#### PROBLEM:
Transcribe each line of the material with no alterations.

#### DATASET EXTRACT:
.....

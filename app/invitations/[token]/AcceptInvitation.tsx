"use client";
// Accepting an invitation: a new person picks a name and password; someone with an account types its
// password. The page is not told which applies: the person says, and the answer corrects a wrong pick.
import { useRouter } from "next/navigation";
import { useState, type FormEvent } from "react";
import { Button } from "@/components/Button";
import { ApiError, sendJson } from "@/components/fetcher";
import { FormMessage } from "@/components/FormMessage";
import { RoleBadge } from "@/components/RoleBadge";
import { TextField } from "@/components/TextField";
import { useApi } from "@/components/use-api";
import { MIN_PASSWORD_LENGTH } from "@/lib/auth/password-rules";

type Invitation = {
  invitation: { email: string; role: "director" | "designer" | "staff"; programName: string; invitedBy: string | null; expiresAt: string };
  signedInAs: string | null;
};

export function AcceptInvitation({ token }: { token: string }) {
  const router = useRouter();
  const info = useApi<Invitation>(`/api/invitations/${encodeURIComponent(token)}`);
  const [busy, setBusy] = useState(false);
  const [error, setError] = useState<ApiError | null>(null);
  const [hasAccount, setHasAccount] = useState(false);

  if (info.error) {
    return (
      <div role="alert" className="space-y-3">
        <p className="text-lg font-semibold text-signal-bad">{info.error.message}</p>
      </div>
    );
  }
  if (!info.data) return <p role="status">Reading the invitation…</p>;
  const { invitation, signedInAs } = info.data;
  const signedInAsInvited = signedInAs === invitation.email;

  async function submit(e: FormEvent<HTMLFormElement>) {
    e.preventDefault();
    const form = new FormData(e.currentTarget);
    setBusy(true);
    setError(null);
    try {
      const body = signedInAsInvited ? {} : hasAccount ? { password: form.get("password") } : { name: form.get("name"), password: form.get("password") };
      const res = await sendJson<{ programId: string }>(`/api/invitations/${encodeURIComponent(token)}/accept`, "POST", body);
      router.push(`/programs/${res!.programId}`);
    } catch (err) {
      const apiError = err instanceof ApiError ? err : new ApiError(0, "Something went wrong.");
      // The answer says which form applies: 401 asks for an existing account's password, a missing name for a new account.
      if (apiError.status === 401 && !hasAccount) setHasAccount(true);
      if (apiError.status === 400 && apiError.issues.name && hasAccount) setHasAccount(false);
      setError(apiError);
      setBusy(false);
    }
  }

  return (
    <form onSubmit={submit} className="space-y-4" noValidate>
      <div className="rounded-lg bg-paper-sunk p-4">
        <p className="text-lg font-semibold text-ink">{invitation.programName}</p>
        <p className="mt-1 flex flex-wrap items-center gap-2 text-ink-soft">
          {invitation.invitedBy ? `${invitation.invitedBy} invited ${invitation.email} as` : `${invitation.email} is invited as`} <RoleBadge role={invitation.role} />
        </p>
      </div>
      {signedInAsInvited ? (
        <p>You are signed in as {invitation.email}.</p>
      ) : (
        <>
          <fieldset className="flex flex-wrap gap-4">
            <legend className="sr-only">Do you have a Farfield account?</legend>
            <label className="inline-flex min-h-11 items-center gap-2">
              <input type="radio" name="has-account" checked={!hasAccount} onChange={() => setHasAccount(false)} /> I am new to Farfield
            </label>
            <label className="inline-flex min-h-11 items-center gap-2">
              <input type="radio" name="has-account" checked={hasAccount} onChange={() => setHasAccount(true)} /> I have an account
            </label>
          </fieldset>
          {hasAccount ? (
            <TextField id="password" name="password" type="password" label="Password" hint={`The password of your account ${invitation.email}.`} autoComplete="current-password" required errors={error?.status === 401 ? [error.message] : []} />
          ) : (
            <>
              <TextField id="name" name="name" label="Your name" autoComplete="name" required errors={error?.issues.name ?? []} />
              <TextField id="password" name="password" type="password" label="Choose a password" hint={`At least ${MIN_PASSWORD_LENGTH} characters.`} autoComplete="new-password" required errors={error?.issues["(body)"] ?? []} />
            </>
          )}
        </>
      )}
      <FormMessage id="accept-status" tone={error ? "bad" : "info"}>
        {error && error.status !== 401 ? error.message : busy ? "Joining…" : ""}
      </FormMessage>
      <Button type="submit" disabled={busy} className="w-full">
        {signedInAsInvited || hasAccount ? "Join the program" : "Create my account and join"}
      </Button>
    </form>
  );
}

.....

#### ANSWER SPACE:
filename app/invitations/[token]/AcceptInvitation.tsx
"use client";
// Accepting an invitation: a new person picks a name and password; someone with an account types its
// password. The page is not told which applies: the person says, and the answer corrects a wrong pick.
import { useRouter } from "next/navigation";
import { useState, type FormEvent } from "react";
import { Button } from "@/components/Button";
import { ApiError, sendJson } from "@/components/fetcher";
import { FormMessage } from "@/components/FormMessage";
import { RoleBadge } from "@/components/RoleBadge";
import { TextField } from "@/components/TextField";
import { useApi } from "@/components/use-api";
import { MIN_PASSWORD_LENGTH } from "@/lib/auth/password-rules";

type Invitation = {
  invitation: { email: string; role: "director" | "designer" | "staff"; programName: string; invitedBy: string | null; expiresAt: string };
  signedInAs: string | null;
};

export function AcceptInvitation({ token }: { token: string }) {
  const router = useRouter();
  const info = useApi<Invitation>(`/api/invitations/${encodeURIComponent(token)}`);
  const [busy, setBusy] = useState(false);
  const [error, setError] = useState<ApiError | null>(null);
  const [hasAccount, setHasAccount] = useState(false);

  if (info.error) {
    return (
      <div role="alert" className="space-y-3">
        <p className="text-lg font-semibold text-signal-bad">{info.error.message}</p>
      </div>
    );
  }
  if (!info.data) return <p role="status">Reading the invitation…</p>;
  const { invitation, signedInAs } = info.data;
  const signedInAsInvited = signedInAs === invitation.email;

  async function submit(e: FormEvent<HTMLFormElement>) {
    e.preventDefault();
    const form = new FormData(e.currentTarget);
    setBusy(true);
    setError(null);
    try {
      const body = signedInAsInvited ? {} : hasAccount ? { password: form.get("password") } : { name: form.get("name"), password: form.get("password") };
      const res = await sendJson<{ programId: string }>(`/api/invitations/${encodeURIComponent(token)}/accept`, "POST", body);
      router.push(`/programs/${res!.programId}`);
    } catch (err) {
      const apiError = err instanceof ApiError ? err : new ApiError(0, "Something went wrong.");
      // The answer says which form applies: 401 asks for an existing account's password, a missing name for a new account.
      if (apiError.status === 401 && !hasAccount) setHasAccount(true);
      if (apiError.status === 400 && apiError.issues.name && hasAccount) setHasAccount(false);
      setError(apiError);
      setBusy(false);
    }
  }

  return (
    <form onSubmit={submit} className="space-y-4" noValidate>
      <div className="rounded-lg bg-paper-sunk p-4">
        <p className="text-lg font-semibold text-ink">{invitation.programName}</p>
        <p className="mt-1 flex flex-wrap items-center gap-2 text-ink-soft">
          {invitation.invitedBy ? `${invitation.invitedBy} invited ${invitation.email} as` : `${invitation.email} is invited as`} <RoleBadge role={invitation.role} />
        </p>
      </div>
      {signedInAsInvited ? (
        <p>You are signed in as {invitation.email}.</p>
      ) : (
        <>
          <fieldset className="flex flex-wrap gap-4">
            <legend className="sr-only">Do you have a Farfield account?</legend>
            <label className="inline-flex min-h-11 items-center gap-2">
              <input type="radio" name="has-account" checked={!hasAccount} onChange={() => setHasAccount(false)} /> I am new to Farfield
            </label>
            <label className="inline-flex min-h-11 items-center gap-2">
              <input type="radio" name="has-account" checked={hasAccount} onChange={() => setHasAccount(true)} /> I have an account
            </label>
          </fieldset>
          {hasAccount ? (
            <TextField id="password" name="password" type="password" label="Password" hint={`The password of your account ${invitation.email}.`} autoComplete="current-password" required errors={error?.status === 401 ? [error.message] : []} />
          ) : (
            <>
              <TextField id="name" name="name" label="Your name" autoComplete="name" required errors={error?.issues.name ?? []} />
              <TextField id="password" name="password" type="password" label="Choose a password" hint={`At least ${MIN_PASSWORD_LENGTH} characters.`} autoComplete="new-password" required errors={error?.issues["(body)"] ?? []} />
            </>
          )}
        </>
      )}
      <FormMessage id="accept-status" tone={error ? "bad" : "info"}>
        {error && error.status !== 401 ? error.message : busy ? "Joining…" : ""}
      </FormMessage>
      <Button type="submit" disabled={busy} className="w-full">
        {signedInAsInvited || hasAccount ? "Join the program" : "Create my account and join"}
      </Button>
    </form>
  );
}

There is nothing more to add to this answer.